Accuracy in Media

The rise of Barack Obama on the national political scene has inevitably rejuvenated
a debate as to who was the first black President. Author Toni Morrison argued that, figuratively, Bill Clinton was the first
black President; Lucas Morel believes otherwise.

Lucas Morel, Ph.D, Associate Professor of Politics at Washington
and Lee University,
says that  “to
the contrary of Toni Morrison, Abraham Lincoln not William Jefferson Clinton was our first black President and deserves
to be studied and celebrated as an integral contributor to black progress in
American History.” “No American regardless of color did more to establish human
equality as the basis for fulfilling America’s promise than Lincoln,” he argued.

Discussing the topic The
Problem of Black History: Race, Memory, and the American Creed
at the
Heritage Foundation last week, Morel said that “Black history month has mixed
blessings because it emphasizes race and in so doing it obscures what makes the
achievements of Black Americans worth remembering and celebrating, not race but
the accomplishment of individual human beings.”

However, there are questions as to whether calling it
African-American History month alienates African-Americans from the rest of
American History. It is worth noting that there are many African-Americans
worth remembering in American History, but “what is Black History in the
context of American History? What is its relationship to American History and
to America more generally? Rather than being
divisive and separatist, could the narrative of Black History be uniting?”
asked Matthew Spalding, Director, B.
Kenneth Simon Center for American Studies at Heritage Foundation.

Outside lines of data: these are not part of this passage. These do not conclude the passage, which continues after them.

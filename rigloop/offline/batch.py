"""The learners vectorised over S subjects that share a feature count n.

One ``Batch*`` object holds S animals' learners as stacked arrays, so replaying or
simulating many subjects costs a few numpy calls per time step for all of them rather
than a few per subject. Each subject may have its own parameters (a number for all, or
an (S,) array). The numbers equal the single-subject learners' step for step up to
floating-point rounding (summation order differs; the tests pin 1e-12):

  BatchKalmanTD        KalmanTD        learn_steps(X, X_next, r, active) / learn_trials
  BatchKalmanFilter    KalmanFilter    learn_steps(X, r, active) / learn_trials
  BatchTD              TD              learn_steps(X, X_next, r, active) / learn_trials
  BatchRescorlaWagner  RescorlaWagner  learn_steps(X, r, active) / learn_trials
  BatchBehaviour       CueEstimate     update(cue_index, y): one forward-filter step per
                                       subject (rigloop.behaviour; S × C estimates)

``learn_trials(Xs, rs, lengths)`` takes padded trials: Xs (S, T, n), rs (S, T), subject
s using its first ``lengths[s]`` rows (the row after them is terminal, all zero); a
subject with length 0 is left unchanged. ``from_learners`` / ``to_learners`` move
between the batch and a list of single learners exactly; ``BatchBehaviour.from_estimates``
/ ``to_estimates`` between it and the subjects' ``behaviour`` maps cue -> (x, var, n).

How the Kalman batch stays cheap (methods.md §2, §4: Σ⁻ = Σ + τ²I, then the correction
Σ ← Σ⁻ − u uᵀ with u = Σ⁻h/√s). Within a block of B time steps the covariance is kept
as Σ₀ + d I − Σⱼ uⱼuⱼᵀ — the block's starting Σ₀, the diffusion d added since, and the
rank-1 corrections so far — which is the same matrix as the step-by-step one. Each
step then needs Σ₀h (all of the block's Σ₀xₜ come from one batched matrix product at
block start) and k inner products with the stored uⱼ, O(nk) instead of O(n²); at the
block's end the corrections are applied in one batched product Σ ← Σ₀ + dI − UᵀU.
Per-step work runs on subject-last (n, S) arrays, so every numpy loop is S long.

The compiled path. When numba imports (``pip install rigloop[fast]``) the Kalman
batches run ``rigloop.batch_kernels`` instead: plain loops, subject by subject, the
single learner's step exactly (one subject's Σ stays in L1 cache for all its steps);
about 5× the numpy path at n = 32 (tools/bench/replay_batch.py). Its first call in a
process compiles or loads it from numba's disk cache. Without numba, or with
RIGLOOP_NO_NUMBA=1 in the environment, the numpy path runs; ``backend()`` says which.
BatchBehaviour takes the same switch: its kernel is the scalar filter's arithmetic, bit
for bit; its numpy path runs the Newton iteration for all subjects still moving at once,
and numpy's ``exp`` may differ from the C library's in the last bit (a few units in the
last place after hundreds of trials).
"""

from __future__ import annotations

from collections.abc import Mapping, Sequence
from dataclasses import dataclass
from typing import Any

import numpy as np

from ..core.behaviour import DEFAULT_PRIOR_VAR, DEFAULT_SIGMA2, CueEstimate
from ..core.learners import TD, KalmanFilter, KalmanTD, RescorlaWagner
from ..core.learners import _shared as sh
from ..core.performance import _NEWTON_MAX, _NEWTON_TOL, _open_unit, _z_two_sided
from ..errors import BadArgument

_BLOCK = 16  # steps between applying the stored corrections (a speed knob)
_CHUNK = 192  # subjects per pass: a chunk's working set stays in a core's cache


# --------------------------------------------------------------------------- results


@dataclass(frozen=True, slots=True, eq=False)
class BatchResult:
    """What a batched learn call saw, per subject (and per time step for trials).

    values:    (S,) or (S, T) xᵀw just before each update (the value V(x) for value learners).
    errors:    (S,) or (S, T) prediction errors δ (reward or TD error).
    variances: (S,) or (S, T) xᵀΣx before the step's diffusion; None for point learners.
    Entries of subjects that had no step there (inactive, or past their length) are nan.
    The arrays are read-only.
    """

    values: np.ndarray
    errors: np.ndarray
    variances: np.ndarray | None = None

    def __post_init__(self) -> None:
        for arr in (self.values, self.errors, self.variances):
            if arr is not None:
                arr.setflags(write=False)


# --------------------------------------------------------------------------- checks


def _per_subject(name: str, value: Any, S: int, check) -> np.ndarray:
    """A parameter for every subject: one number, or a sequence of S numbers; (S,) float."""
    if isinstance(value, (list, tuple, np.ndarray)) and np.ndim(value) > 0:
        arr = np.asarray(value, dtype=object).reshape(-1)
        if np.ndim(value) != 1 or arr.size != S:
            raise BadArgument(name, f"a number or a sequence of {S} numbers",
                              sh._Shown(f"shape {np.shape(value)}"))
        out = np.array([check(f"{name}[{i}]", v) for i, v in enumerate(arr)], dtype=np.float64)
    else:
        out = np.full(S, check(name, value), dtype=np.float64)
    out.setflags(write=False)
    return out


def _rates(name: str, value: Any, S: int, n: int) -> tuple[np.ndarray, np.ndarray]:
    """Learning rates: a number, (S,) per subject or (S, n) per subject and feature.

    Returns (alpha (S, n), scalar (S,) bool: the subject's rate was one number)."""
    arr = np.asarray(value, dtype=np.float64) if np.ndim(value) > 0 else None
    if arr is None:
        a = sh.nonnegative(name, value)
        return np.full((S, n), a), np.ones(S, dtype=bool)
    if arr.shape == (S,):
        return np.repeat(_per_subject(name, arr, S, sh.nonnegative)[:, None], n, 1), np.ones(S, bool)
    if arr.shape == (S, n):
        if not np.all(np.isfinite(arr)) or np.any(arr < 0.0):
            raise BadArgument(name, "finite numbers >= 0", value)
        return arr.copy(), np.zeros(S, dtype=bool)
    raise BadArgument(name, f"a number >= 0, or an array of shape ({S},) or ({S}, {n})",
                      sh._Shown(f"shape {arr.shape}"))


def _float_array(name: str, value: Any, shape: tuple[int, ...]) -> np.ndarray:
    """A finite float64 array of exactly ``shape`` (no copy when it already is one)."""
    try:
        arr = np.asarray(value, dtype=np.float64)
    except (TypeError, ValueError):
        raise BadArgument(name, f"a float array of shape {shape}", value) from None
    if arr.shape != shape:
        raise BadArgument(name, f"a float array of shape {shape}", sh._Shown(f"shape {arr.shape}"))
    if not np.all(np.isfinite(arr)):
        raise BadArgument(name, f"a float array of shape {shape} with finite entries",
                          sh._first_bad(arr))
    return arr


def _mask(name: str, value: Any, S: int) -> np.ndarray:
    """An (S,) bool mask; None means every subject."""
    if value is None:
        return np.ones(S, dtype=bool)
    arr = np.asarray(value)
    if arr.shape != (S,) or arr.dtype != np.bool_:
        raise BadArgument(name, f"a bool array of shape ({S},) or None",
                          sh._Shown(f"{arr.dtype} array of shape {arr.shape}"))
    return arr


def _lengths(value: Any, S: int, T: int) -> np.ndarray:
    """(S,) whole numbers in [0, T]."""
    arr = np.asarray(value)
    if arr.shape != (S,) or arr.dtype.kind not in "iu":
        raise BadArgument("lengths", f"an integer array of shape ({S},)",
                          sh._Shown(f"{arr.dtype} array of shape {arr.shape}"))
    if S and (arr.min() < 0 or arr.max() > T):
        bad = int(arr[(arr < 0) | (arr > T)][0])
        raise BadArgument("lengths", f"whole numbers in [0, {T}] (T of Xs)", bad)
    return arr.astype(np.intp)


def _checked_trials(Xs: Any, rs: Any, lengths: Any, S: int, n: int):
    """Checked padded trials as given: X (S, T, n), r (S, T) float64, L (S,) lengths."""
    X = np.asarray(Xs, dtype=np.float64) if not isinstance(Xs, np.ndarray) else Xs
    if X.ndim != 3 or X.shape[0] != S or X.shape[2] != n:
        raise BadArgument("Xs", f"a float array of shape ({S}, T, {n})", sh._Shown(f"shape {np.shape(Xs)}"))
    T = X.shape[1]
    L = _lengths(lengths, S, T)
    r = _float_array("rs", rs, (S, T))
    X = _float_array("Xs", X, (S, T, n))
    return X, r, L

Morel argued that presumably those being remembered in the
African-American History month are being remembered not simply because they
were black but because they had done something significant in America. He then asked; “should there be an
African-American History month? Is it helpful to celebrate the achievement of
Black Americans as Black Americans? Or does this hinder our ability to become
one united people under a common current government?”

In reference to Fredrick
Douglass
, (one of the leaders of the abolitionist movement and adviser to
President Abraham Lincoln during the Civil War), Morel reiterated that “the
annual celebration could teach black Americans to love this country which they
and their forefathers have done so much to develop.” He said Douglass hoped for
a more accurate history of who made America what it is, and that Black history
month calls to mind American individuals to historical events that contributed
to our development as a people.

However, does this pose a challenge for African-Americans who
ought to have integrated in the community yet still commemorate events that are
non-inclusive?

Morel argued that “The problem with black history is that it
can reinforce the notion that blacks are a separate and distinct portion of the
American population and in some sense not fully absorbed into the American mainstream.
The goal of inclusion is compromised by the means that imply exclusion.”

Morel said that Frederick Douglass believed that to “focus on
Black American achievement necessitated by [a] hitherto racially prejudicial
account of American history can point in a direction away from the ideals and
practices that made America break from the past. By focusing on race, we
inadvertently highlight the very thing that the American creed of human
equality stands against.”

He added that “Fredrick Douglass discovered that the
constitution never mentioned race and therefore could and ought to be
interpreted as a pro-liberty document.” He noted that “the formation of what Douglass
called ‘complexional institutions’, that is, colored associations and
conventions were hindrances rather than helps in achieving a higher and better
estimation of public mind on blacks as a race.”

Morel said Douglass argued that as long as African-Americans
are seen and treated as exceptions, color prejudice will continue and they will
never become full members of the American community.

He added that according to Douglass, “the sum of black man’s
misfortunes and calamities are just here. He is everywhere, treated as an
exception to all the general rules which should operate in relations of other
men. He argued that you lay down a rule for a black man that you apply to no
other class of citizens.”

Rather than have different sets of exceptions, Morel said
that “Douglass argued that blacks should integrate with a greater white society
as much as possible. To make ourselves and be made by others a part of the
American people in every sense of the word. Whites needed to recognize that
their destiny was tied up with the destiny of blacks.  So Douglass encouraged blacks where they
could, to avoid self-segregation. Common dangers will create common safeguards.”

Of course these forms of assertions did not go unchallenged.
Morel said “with comments like this, Douglass was criticized for not being
proud of his race.” African-American History month is an annual commemoration
which began as Negro History week in 1926 by Dr. Carter Godwin Woodson in Washington, D.C. Fifty years later it became Black
History month and now it’s referred to as African-American History month. Every
February, government, schools and communities hold various events in
commemoration of the African-American History. President Bush held this year’s
commemoration at the White House where he warned that the United States is at
risk of losing sight of past racial suffering, and said the recent displays of
nooses and jokes about lynching were “deeply offensive.”